Il y était encore, quand il rencontra, pour la première fois, Abd-el-Moumen, [le même qu'il devait nommer, plus tard,] chef des Almohades. Ce jeune homme allait en pèlerinage avec son oncle; mais il plut tant à Ibn-Toumert par son savoir, que ce docteur le garda auprès de lui et en fit son élève. Dès lors Abdel-Moumen recueillit avec empressement les enseignements que lui adressa ce savant imam 2.

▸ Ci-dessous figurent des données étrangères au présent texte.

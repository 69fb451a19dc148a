//! Where things come from: source files, places in them, the outside world, and diagnostics.
//!
//! Files and today's date reach the program through the [`World`] trait alone, so the pipeline can
//! be tested without a disk or a clock. Diagnostics are collected in a [`Diagnostics`] sink, which
//! only takes; [`render`](render::render) turns them into text and nothing else does.

mod diagnostic;
mod nearest;
pub mod render;
mod world;

pub use diagnostic::{Diagnostic, Diagnostics, Level};
pub use nearest::nearest;
pub use world::{Disk, FileId, Source, SourceMap, Span, World, WorldError};
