//! "Did you mean": the choice that a misspelt name was most likely meant to be.

/// Names longer than this are not compared: nobody misspells that much, and the cost is quadratic.
const LONGEST: usize = 64;

/// The choice that is closest to `name`, if one is close enough to be meant.
///
/// Close is an edit distance (insertions, deletions, replacements, swapped neighbours; case does
/// not count) of at most a third of the longer name, or one name beginning with the other from
/// three letters on. Of equally close choices the first is taken.
///
/// The distance is the "optimal string alignment" of R. A. Wagner and R. Lowrance, "An extension
/// of the string-to-string correction problem", Journal of the ACM 22 (1975), without the later
/// edits of a swapped pair.
#[must_use]
pub fn nearest<'a>(name: &str, choices: impl IntoIterator<Item = &'a str>) -> Option<&'a str> {
    let name: Vec<char> = name.to_lowercase().chars().collect();
    if name.is_empty() || name.len() > LONGEST {
        return None;
    }
    let mut best: Option<(usize, &str)> = None;
    for choice in choices {
        let letters: Vec<char> = choice.to_lowercase().chars().collect();
        if letters.len() > LONGEST {
            continue;
        }
        let (short, long) =
            if name.len() < letters.len() { (&name, &letters) } else { (&letters, &name) };
        let abbreviates = short.len() >= 3 && long.starts_with(short);
        let edits = distance(&name, &letters);
        let allowed = (long.len() / 3).max(1);
        let close = edits <= allowed && edits < short.len().max(1);
        if !close && !abbreviates {
            continue;
        }
        let cost = if abbreviates { edits.min(allowed) } else { edits };
        if best.is_none_or(|(least, _)| cost < least) {
            best = Some((cost, choice));
        }
    }
    best.map(|(_, choice)| choice)
}

/// Edits that lead from `a` to `b`.
fn distance(a: &[char], b: &[char]) -> usize {
    let mut before: Vec<usize> = Vec::new();
    let mut above: Vec<usize> = (0..=b.len()).collect();
    for (i, ca) in a.iter().enumerate() {
        let mut row = vec![i + 1];
        for (j, cb) in b.iter().enumerate() {
            let replaced = above[j] + usize::from(ca != cb);
            let mut least = replaced.min(above[j + 1] + 1).min(row[j] + 1);
            if i > 0 && j > 0 && *ca == b[j - 1] && a[i - 1] == *cb {
                least = least.min(before[j - 1] + 1);
            }
            row.push(least);
        }
        before = std::mem::replace(&mut above, row);
    }
    above[b.len()]
}

#[cfg(test)]
mod tests {
    use super::*;

    fn letters(text: &str) -> Vec<char> {
        text.chars().collect()
    }

    #[test]
    fn distances_are_those_of_textbooks() {
        // "kitten" to "sitting" is the example found in most texts on edit distance.
        for (a, b, expected) in
            [("kitten", "sitting", 3), ("ab", "ba", 1), ("", "abc", 3), ("same", "same", 0)]
        {
            assert_eq!(distance(&letters(a), &letters(b)), expected, "{a} {b}");
        }
    }

    #[test]
    fn slips_of_the_pen_find_their_word() {
        let keys = ["diameter", "centre", "radius", "start", "sweep", "end"];
        for (name, expected) in [
            ("diametre", Some("diameter")),
            ("center", Some("centre")),
            ("dia", Some("diameter")),
            ("RADIUS", Some("radius")),
            ("strat", Some("start")),
            ("colour", None),
            ("x", None),
            ("", None),
        ] {
            assert_eq!(nearest(name, keys), expected, "{name}");
        }
    }

    #[test]
    fn one_letter_names_are_not_each_other() {
        assert_eq!(nearest("a", ["b", "c"]), None);
    }
}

Plus tard, le Mehdi [-Ibn-Toumert] prit la route du Maghreb avec son compagnon, et, entré dans le Ouancherîch, il rencontra et emmena avec lui un homme nommé Bechîr-el-Ouancherîchi, [lequel devint, dans la suite,] un de ses principaux disciples. Arrivé à Tlemcen, où sa réputation l'avait devancé, il se vit conduire devant le cadi, Ibn-Saheb-es-Selat. Ce fonctionnaire lui reprocha les doctrines dont il faisait profession et le réprimanda de s'être mis en opposition avec les gens de son pays. Il croyait le détourner ainsi de la voie où il s'était engagé; mais le réformateur ne tint aucun compte de ses paroles et poursuivit son chemin. Arrivé à Meknaça (Mequinez), après avoir traversé

+ Il brisa partout les amphores de vin et les instruments de musique. Dans le t. I, pp. 252 et 253, les circonstances qui amenèrent la rencontre d'Ibn-Toumert et d'Abd-el-Moumen sont racontées d'une autre manière.